▶ _Requirement_: Scan the records beneath this line for the line holding "if chunks is" and the line holding "a folder, not", then transcribe exactly those two and all lines between.

▶ _Records for this task_:
● ● ●

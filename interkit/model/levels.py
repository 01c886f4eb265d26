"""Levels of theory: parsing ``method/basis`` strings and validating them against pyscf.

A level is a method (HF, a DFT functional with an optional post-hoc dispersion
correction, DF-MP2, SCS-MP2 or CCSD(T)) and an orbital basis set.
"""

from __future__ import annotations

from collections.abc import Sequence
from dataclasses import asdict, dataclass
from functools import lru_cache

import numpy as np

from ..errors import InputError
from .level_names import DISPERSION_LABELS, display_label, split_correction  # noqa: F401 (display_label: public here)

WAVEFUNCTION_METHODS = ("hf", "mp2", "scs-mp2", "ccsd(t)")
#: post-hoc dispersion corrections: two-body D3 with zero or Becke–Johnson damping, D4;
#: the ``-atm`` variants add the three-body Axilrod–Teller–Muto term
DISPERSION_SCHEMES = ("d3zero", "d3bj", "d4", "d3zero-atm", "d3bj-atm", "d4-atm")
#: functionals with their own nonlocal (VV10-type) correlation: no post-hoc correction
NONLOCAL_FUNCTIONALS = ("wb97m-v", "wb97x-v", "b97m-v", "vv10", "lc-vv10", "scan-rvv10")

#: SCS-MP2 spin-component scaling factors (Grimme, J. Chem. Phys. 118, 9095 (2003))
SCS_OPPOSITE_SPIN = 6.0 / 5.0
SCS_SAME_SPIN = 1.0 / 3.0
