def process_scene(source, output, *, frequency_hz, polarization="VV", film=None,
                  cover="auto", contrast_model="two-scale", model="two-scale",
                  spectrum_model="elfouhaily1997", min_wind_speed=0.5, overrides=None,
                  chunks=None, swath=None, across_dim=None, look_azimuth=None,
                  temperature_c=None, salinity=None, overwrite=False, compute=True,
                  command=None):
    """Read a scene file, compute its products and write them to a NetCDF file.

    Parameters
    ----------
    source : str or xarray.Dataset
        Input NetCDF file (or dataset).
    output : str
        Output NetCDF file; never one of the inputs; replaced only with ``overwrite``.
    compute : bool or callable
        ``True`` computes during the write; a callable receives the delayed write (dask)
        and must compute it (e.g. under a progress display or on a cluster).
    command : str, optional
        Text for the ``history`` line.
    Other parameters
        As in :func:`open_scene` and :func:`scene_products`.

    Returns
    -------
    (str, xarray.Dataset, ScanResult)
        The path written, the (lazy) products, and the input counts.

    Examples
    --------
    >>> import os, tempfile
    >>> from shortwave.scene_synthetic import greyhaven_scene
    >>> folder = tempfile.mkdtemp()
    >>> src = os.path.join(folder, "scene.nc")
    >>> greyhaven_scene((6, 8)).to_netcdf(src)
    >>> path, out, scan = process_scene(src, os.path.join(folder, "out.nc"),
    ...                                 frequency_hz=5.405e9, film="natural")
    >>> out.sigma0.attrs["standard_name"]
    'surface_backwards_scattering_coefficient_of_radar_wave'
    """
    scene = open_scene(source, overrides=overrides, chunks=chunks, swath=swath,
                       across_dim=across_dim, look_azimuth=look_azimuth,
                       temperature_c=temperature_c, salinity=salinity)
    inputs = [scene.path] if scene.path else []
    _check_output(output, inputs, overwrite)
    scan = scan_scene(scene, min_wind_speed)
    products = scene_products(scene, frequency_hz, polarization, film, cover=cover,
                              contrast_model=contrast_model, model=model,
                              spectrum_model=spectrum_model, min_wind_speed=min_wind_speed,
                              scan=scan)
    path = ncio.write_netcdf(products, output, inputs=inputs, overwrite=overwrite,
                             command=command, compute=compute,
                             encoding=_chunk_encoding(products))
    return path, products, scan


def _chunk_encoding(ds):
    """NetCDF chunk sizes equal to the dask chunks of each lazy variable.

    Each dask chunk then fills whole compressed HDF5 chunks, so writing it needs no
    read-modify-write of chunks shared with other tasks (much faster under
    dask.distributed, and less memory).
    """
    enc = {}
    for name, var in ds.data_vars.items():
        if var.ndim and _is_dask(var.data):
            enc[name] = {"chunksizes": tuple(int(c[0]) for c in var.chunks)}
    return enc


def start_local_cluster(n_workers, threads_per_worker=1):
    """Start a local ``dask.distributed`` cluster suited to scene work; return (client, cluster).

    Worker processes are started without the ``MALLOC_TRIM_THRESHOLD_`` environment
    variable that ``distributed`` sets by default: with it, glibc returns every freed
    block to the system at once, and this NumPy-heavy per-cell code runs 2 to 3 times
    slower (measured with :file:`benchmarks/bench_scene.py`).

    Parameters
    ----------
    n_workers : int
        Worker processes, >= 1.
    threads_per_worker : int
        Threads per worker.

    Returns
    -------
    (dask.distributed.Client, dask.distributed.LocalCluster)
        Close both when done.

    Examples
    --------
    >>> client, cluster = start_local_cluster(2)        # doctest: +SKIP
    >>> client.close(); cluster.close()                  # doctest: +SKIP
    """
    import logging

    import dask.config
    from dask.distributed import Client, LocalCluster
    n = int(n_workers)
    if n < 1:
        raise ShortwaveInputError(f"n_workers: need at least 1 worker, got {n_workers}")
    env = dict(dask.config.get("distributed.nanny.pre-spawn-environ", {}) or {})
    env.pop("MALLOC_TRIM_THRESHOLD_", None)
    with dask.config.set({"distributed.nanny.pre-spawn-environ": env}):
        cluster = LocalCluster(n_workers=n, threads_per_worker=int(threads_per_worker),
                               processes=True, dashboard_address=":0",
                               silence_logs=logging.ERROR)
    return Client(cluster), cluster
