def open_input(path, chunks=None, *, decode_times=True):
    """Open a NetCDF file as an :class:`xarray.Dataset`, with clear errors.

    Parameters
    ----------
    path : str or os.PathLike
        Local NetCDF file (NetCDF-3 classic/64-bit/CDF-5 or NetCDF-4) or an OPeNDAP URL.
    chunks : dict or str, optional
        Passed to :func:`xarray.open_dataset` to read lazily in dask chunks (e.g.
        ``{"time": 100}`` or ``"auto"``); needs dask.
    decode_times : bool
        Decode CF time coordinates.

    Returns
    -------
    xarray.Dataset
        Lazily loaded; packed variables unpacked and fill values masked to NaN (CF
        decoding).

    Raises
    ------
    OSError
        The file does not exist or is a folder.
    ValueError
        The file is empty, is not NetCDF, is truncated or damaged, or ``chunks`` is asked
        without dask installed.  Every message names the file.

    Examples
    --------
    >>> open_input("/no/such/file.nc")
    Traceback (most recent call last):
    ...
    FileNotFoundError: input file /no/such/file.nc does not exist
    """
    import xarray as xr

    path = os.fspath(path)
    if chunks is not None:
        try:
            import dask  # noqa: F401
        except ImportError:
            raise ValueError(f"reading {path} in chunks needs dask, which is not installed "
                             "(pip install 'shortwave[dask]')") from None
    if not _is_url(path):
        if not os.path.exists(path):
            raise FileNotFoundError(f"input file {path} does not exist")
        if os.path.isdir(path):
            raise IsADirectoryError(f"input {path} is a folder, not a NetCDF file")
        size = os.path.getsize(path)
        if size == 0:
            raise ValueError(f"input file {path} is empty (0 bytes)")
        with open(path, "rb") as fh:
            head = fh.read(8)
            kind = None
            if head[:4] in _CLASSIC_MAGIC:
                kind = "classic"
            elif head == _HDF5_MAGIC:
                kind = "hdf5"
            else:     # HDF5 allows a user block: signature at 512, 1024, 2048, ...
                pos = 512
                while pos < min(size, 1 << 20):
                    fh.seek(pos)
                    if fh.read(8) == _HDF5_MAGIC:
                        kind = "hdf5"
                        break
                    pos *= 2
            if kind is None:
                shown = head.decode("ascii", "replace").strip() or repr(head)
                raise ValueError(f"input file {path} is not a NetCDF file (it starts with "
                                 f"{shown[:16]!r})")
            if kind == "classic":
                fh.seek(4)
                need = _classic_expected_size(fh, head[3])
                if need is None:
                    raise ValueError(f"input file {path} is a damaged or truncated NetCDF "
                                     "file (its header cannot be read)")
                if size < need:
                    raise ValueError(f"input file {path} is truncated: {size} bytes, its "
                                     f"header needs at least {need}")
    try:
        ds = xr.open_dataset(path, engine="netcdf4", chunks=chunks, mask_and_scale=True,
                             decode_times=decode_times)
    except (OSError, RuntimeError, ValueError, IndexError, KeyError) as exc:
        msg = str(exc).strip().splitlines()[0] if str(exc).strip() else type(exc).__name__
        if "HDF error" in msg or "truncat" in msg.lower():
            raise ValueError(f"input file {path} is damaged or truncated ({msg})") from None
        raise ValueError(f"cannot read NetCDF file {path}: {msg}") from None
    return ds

● ● ●

▶ _Answer section_:
    if chunks is not None:
        try:
            import dask  # noqa: F401
        except ImportError:
            raise ValueError(f"reading {path} in chunks needs dask, which is not installed "
                             "(pip install 'shortwave[dask]')") from None
    if not _is_url(path):
        if not os.path.exists(path):
            raise FileNotFoundError(f"input file {path} does not exist")
        if os.path.isdir(path):
            raise IsADirectoryError(f"input {path} is a folder, not a NetCDF file")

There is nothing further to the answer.